CORS is not security, it is loosening of security (namely SOP).
The number of times that I have had someone ask "why can someone access the endpoint via curl? I thought this was protected by CORS" makes me sad.
All I'm saying is that security is a complicated topic. People already misunderstand things like CSRF, CORS, resource protection, etc. And they already get them wrong.
CORS is designed to loosen the security protections added by a same origin policy. It is not designed to increase security.
Piling on CSRF protections is just blurring the use case for CORS. All this is going to do is confuse people more, and more people are going to get it wrong.
Then that user can only 'hack themselves'. CSRF is a security vulnerability is because you can do a HTTP request on behalf of someone else, on someone else's browser, in someone else's session/security context.
If I were to drop CSRF tokens (which work reliably) I would go directly to Origin verification. No Referer. Something in the middle is worst of both worlds.
I'm curious about your comment. We (attempted) to address cases where we needed to infer the Origin from the Referer due to incomplete browser support. What about using both makes this necessarily worse, when the use of the Referer is really only a temporary bandage for said incomplete support?
Worst because it is neither proven as tokens which are used for decades already nor as convenient as simply whitelisted Origin and you even offer an extra dependency. Are those scenarios without Origin important? Like ff for form request - you can use xhr there and drop referer support entirely.
You're right, support for cross-origin form POSTs isn't important for us.
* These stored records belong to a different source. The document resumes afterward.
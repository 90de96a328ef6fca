using LoadWatch.People;
using LoadWatch.Recordings;
using LoadWatch.Rows;

namespace LoadWatch.Activities;

/// <summary>
/// Joins what tables tell of a person's sessions to the recordings of them: session rows (ratings, tracking, declared content) and set logs. A row never
/// adds a second session of what a recording holds (I-9): it joins the one recording that it fits; where several fit, or a mere rating has none, it is shown
/// as a question and its load does not count. Rows that fit none and tell enough stand for a session of their own, until the recording comes. Pure, and the
/// order of recordings and rows does not matter (I-5).
/// </summary>
public static class ActivityJoin
{
    /// <param name="recorded">Of the person; each becomes exactly one activity.</param>
    /// <param name="rows">Of the person, in force; kinds other than sessions and sets are passed over.</param>
    public static JoinResult Join(
        Person person, IReadOnlyList<RecordedActivity> recorded, IReadOnlyList<OwnedRow> rows, AnchorBook anchors, ComputationSettings settings)
    {
        var recordings = recorded.ToLookup(one => one.LocalStart.Date);
        var stated = StatedSessions.Of(rows).Concat(SetLists.Of(rows, person, anchors, settings)).ToLookup(one => one.Date);
        var dates = recordings.Select(date => date.Key).Union(stated.Select(date => date.Key)).Order();
        var joined = dates.Select(date => new DateJoin(recordings[date], stated[date])).ToList();
        var sessions = joined.SelectMany(date => date.Sessions).Select(session => JoinedSession.Of(session, person, settings)).ToList();
        return new JoinResult(
            InOrder(sessions.Select(session => session.Activity)),
            InOrder([.. joined.SelectMany(date => date.Questions), .. sessions.Select(session => session.Question).OfType<JoinQuestion>()]),
            UnknownExercises(rows, settings));
    }

    private static IReadOnlyList<JoinedActivity> InOrder(IEnumerable<JoinedActivity> activities) => [.. activities
        .OrderBy(one => one.Date)
        .ThenBy(one => one.Start is null)
        .ThenBy(one => one.Start)
        .ThenBy(one => one.Key, StringComparer.Ordinal)];

    private static IReadOnlyList<JoinQuestion> InOrder(IEnumerable<JoinQuestion> questions) =>
        [.. questions.Distinct().OrderBy(one => one.Date).ThenBy(one => one.Sentence, StringComparer.Ordinal)];

    private static IReadOnlyList<UnknownExercise> UnknownExercises(IEnumerable<OwnedRow> rows, ComputationSettings settings) => [.. rows
        .Where(row => row.Content is SetRow)
        .Select(row => (row.Date, Word: ExerciseWord.Canonical(SetRows.Exercise((SetRow)row.Content))))
        .Where(done => done.Word is { } word && !settings.Exercises.ContainsKey(word))
        .Select(done => new UnknownExercise(done.Date, done.Word!))
        .Distinct()
        .OrderBy(done => done.Date)
        .ThenBy(done => done.Word, StringComparer.Ordinal)];
}
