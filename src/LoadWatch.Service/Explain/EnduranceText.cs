using System.Globalization;
using LoadWatch.People;
using LoadWatch.Stimulus;

namespace LoadWatch.Service.Explain;

/// <summary>What lies between power, speed or heart rate and the stimulus: the capacities as each reading of the band takes them, what was left, how long it was hard.</summary>
internal static class EnduranceText
{
    public static IEnumerable<string> Lines(EnduranceSteps steps)
    {
        var limits = steps.Limits;
        yield return string.Join("; ", new[] { OfCapacity(limits.Critical, CapacityError.Of(limits.Critical.Source)), OfWhole(), OfMaximum() }.OfType<string>());
        if (steps.LowestLeft is { } lowest && limits.Whole is { } whole)
        {
            yield return Text($"least left of {AnchorKinds.Of(whole.Kind).Name}: {AnchorText.Value(Math.Round(lowest), whole.Kind)}, {100 * lowest / whole.Value:0} % (middle reading){(lowest < 0 ? ": more was done than the reference values allow" : "")}");
        }

        var hard = steps.HardSeconds is { } seconds ? $"{Time(seconds)} at {HardLine.Drive:0.00} or more" : $"how long at {HardLine.Drive.ToString("0.00", CultureInfo.InvariantCulture)} or more is not known";
        yield return Text($"{Time(steps.CriticalSeconds)} at a drive of {steps.Variants.Mid.CriticalDrive:0.00} or more, ") + hard + " (middle reading)";

        string? OfWhole() => steps.LowestLeft is null || limits.Whole is null ? null : OfCapacity(limits.Whole, CapacityError.WPrime);

        string? OfMaximum() => limits.Maximum is null ? null : OfCapacity(limits.Maximum, CapacityError.Of(limits.Maximum.Source));

        string OfCapacity(Anchor anchor, double error) =>
            $"{AnchorKinds.Of(anchor.Kind).Name} {AnchorText.Value(anchor.Value, anchor.Kind)} (low reading {Number(steps.Variants.Low.Capacity(anchor.Value, error))}, high {Number(steps.Variants.High.Capacity(anchor.Value, error))})";
    }

    public static IEnumerable<string> Lines(HeartRateDrive drive)
    {
        var source = drive.IsAnchored ? "heart_rate_vt2" : "a choice, as no heart_rate_vt2 within the reserve holds";
        yield return Text($"second threshold at x2 = {drive.Threshold:0.###} of the reserve from {drive.Reserve.RestBpm:0.#} to {drive.Reserve.MaxBpm:0.#} bpm, {drive.Reserve.BpmAt(drive.Threshold):0.#} bpm ({source}), within {drive.RelativeError * 100:0.#} %");
    }

    private static string Time(double seconds) => seconds < 120 ? Text($"{seconds:0.#} s") : Text($"{seconds / 60:0.#} min");

    private static string Number(double value) => value.ToString("0.###", CultureInfo.InvariantCulture);

    private static string Text(FormattableString text) => text.ToString(CultureInfo.InvariantCulture);
}
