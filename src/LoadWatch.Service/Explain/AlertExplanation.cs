using System.Globalization;
using System.Text;
using LoadWatch.Alerts;
using LoadWatch.Findings;
using LoadWatch.Service.Export;
using LoadWatch.Storage;
using LoadWatch.Storage.Decisions;

namespace LoadWatch.Service.Explain;

/// <summary>An alert's life with the evidence of every change.</summary>
public static class AlertExplanation
{
    /// <summary>Null where there is no alert of that id.</summary>
    public static string? Of(StoreSession session, string id)
    {
        var person = id.Split('|')[0];
        return session.Alerts.All(person).FirstOrDefault(alert => alert.Id == id) is { } known ? Write(known, session.Alerts.Changes.Of(id), session.Decisions.OfAlert(id)) : null;
    }

    private static string Write(Alert alert, IReadOnlyList<AlertChange> changes, IReadOnlyList<Decision> decisions)
    {
        var text = new StringBuilder();
        text.AppendLine(CultureInfo.InvariantCulture, $"{OneLine.Of(alert.Text)}");
        text.AppendLine(CultureInfo.InvariantCulture, $"{Words.Of(alert.Severity)}, {Words.Of(alert.State)}{AlertWords.Aside(alert)}, {AlertWords.Since(alert)}");
        foreach (var decision in decisions)
        {
            text.AppendLine(CultureInfo.InvariantCulture, $"{DecisionText.Sentence(decision, decisions)}");
        }

        foreach (var change in changes)
        {
            text.AppendLine();
            text.AppendLine(CultureInfo.InvariantCulture, $"{Words.Date(change.Date)}  {Words.Of(change.Reason)}: {Words.Of(change.From)} -> {Words.Of(change.To)}");
            text.AppendLine(CultureInfo.InvariantCulture, $"    {OneLine.Of(change.Text)}");
            Append(text, change.Evidence);
        }

        return text.ToString();
    }

    /// <summary>Formula, source and inputs, a line each.</summary>
    public static void Append(StringBuilder text, Evidence? evidence)
    {
        if (evidence is null)
        {
            return;
        }

        text.AppendLine(CultureInfo.InvariantCulture, $"    formula  {evidence.Formula}");
        text.AppendLine(CultureInfo.InvariantCulture, $"    source   {evidence.Source}");
        foreach (var input in evidence.Inputs)
        {
            var value = input.Value is { } number ? number.ToString("0.######", CultureInfo.InvariantCulture) : "unknown";
            var note = input.Note is { } words ? $"  ({words})" : "";
            text.AppendLine(CultureInfo.InvariantCulture, $"    {input.Name} = {value} {input.Unit}{note}");
        }
    }
}
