using LoadWatch.People;
using LoadWatch.Recordings;
using LoadWatch.Rows;
using NodaTime;

namespace LoadWatch.Activities;

/// <summary>Reads rows of a set log as working sets.</summary>
internal static class SetRows
{
    /// <summary>The number of a pin is no load in kilograms.</summary>
    public static StrengthSet Set(SetRow row, LocalDate date, Person person) => new(
        row.Time is { } time ? PersonDay.Local(date + time, person).InZoneLeniently(person.Zone).ToInstant() : null,
        row.Seconds,
        Active: true,
        Exercise(row),
        row.Repetitions,
        row.Kilograms,
        row.RepetitionsInReserve)
    {
        Machine = string.IsNullOrWhiteSpace(row.Machine) ? null : row.Machine,
        Hardness = row.Hardness,
        Load = LoadOf(row),
        Pin = row.Pin,
        IsHold = row.IsHold,
        IsFast = row.IsFast,
        BarSpeedMetresPerSecond = row.BarSpeedMetresPerSecond,
    };

    /// <summary>The word under which the table of exercises is asked; null where none is written.</summary>
    public static string? Exercise(SetRow row) => string.IsNullOrWhiteSpace(row.Exercise) ? null : row.Exercise;

    /// <summary>A pin's number without kilograms says how the load was made, whatever the column says.</summary>
    private static SetLoad LoadOf(SetRow row) => row is { Pin: not null, Kilograms: null } ? SetLoad.Pin : row.Load;
}
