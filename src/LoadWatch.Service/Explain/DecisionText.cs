using LoadWatch.Notices;
using LoadWatch.Service.Export;
using LoadWatch.Storage.Decisions;

namespace LoadWatch.Service.Explain;

/// <summary>When and by whom something was decided, and why.</summary>
public static class DecisionText
{
    /// <summary><c> 2026-03-31T06:30:00Z by NAME: NOTE</c>, without what was not said.</summary>
    public static string Circumstances(Decision decision)
    {
        var by = decision.By is { } name ? $" by {OneLine.Of(name)}" : "";
        var note = decision.Note is { } words ? $": {OneLine.Of(words)}" : "";
        return $" {Words.Utc(decision.Made)}{by}{note}";
    }
}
What is important, however, is same-origin requests, and Firefox doesn't send the Origin header with those. For us, the Referer serves its most important role by indicating where those requests originate from.
EDIT: when Firefox _does_ start sending the Origin header, we may drop the Referer - we'll see.
Having rolled them out myself many times. You probably want to use a library if you aren't a cryptographer or security person:
I've seen other people mention SameSite cookies, but we aren't near a time when browsers all support them. Don't get fancy preventing CSRF. It's a stupid bug.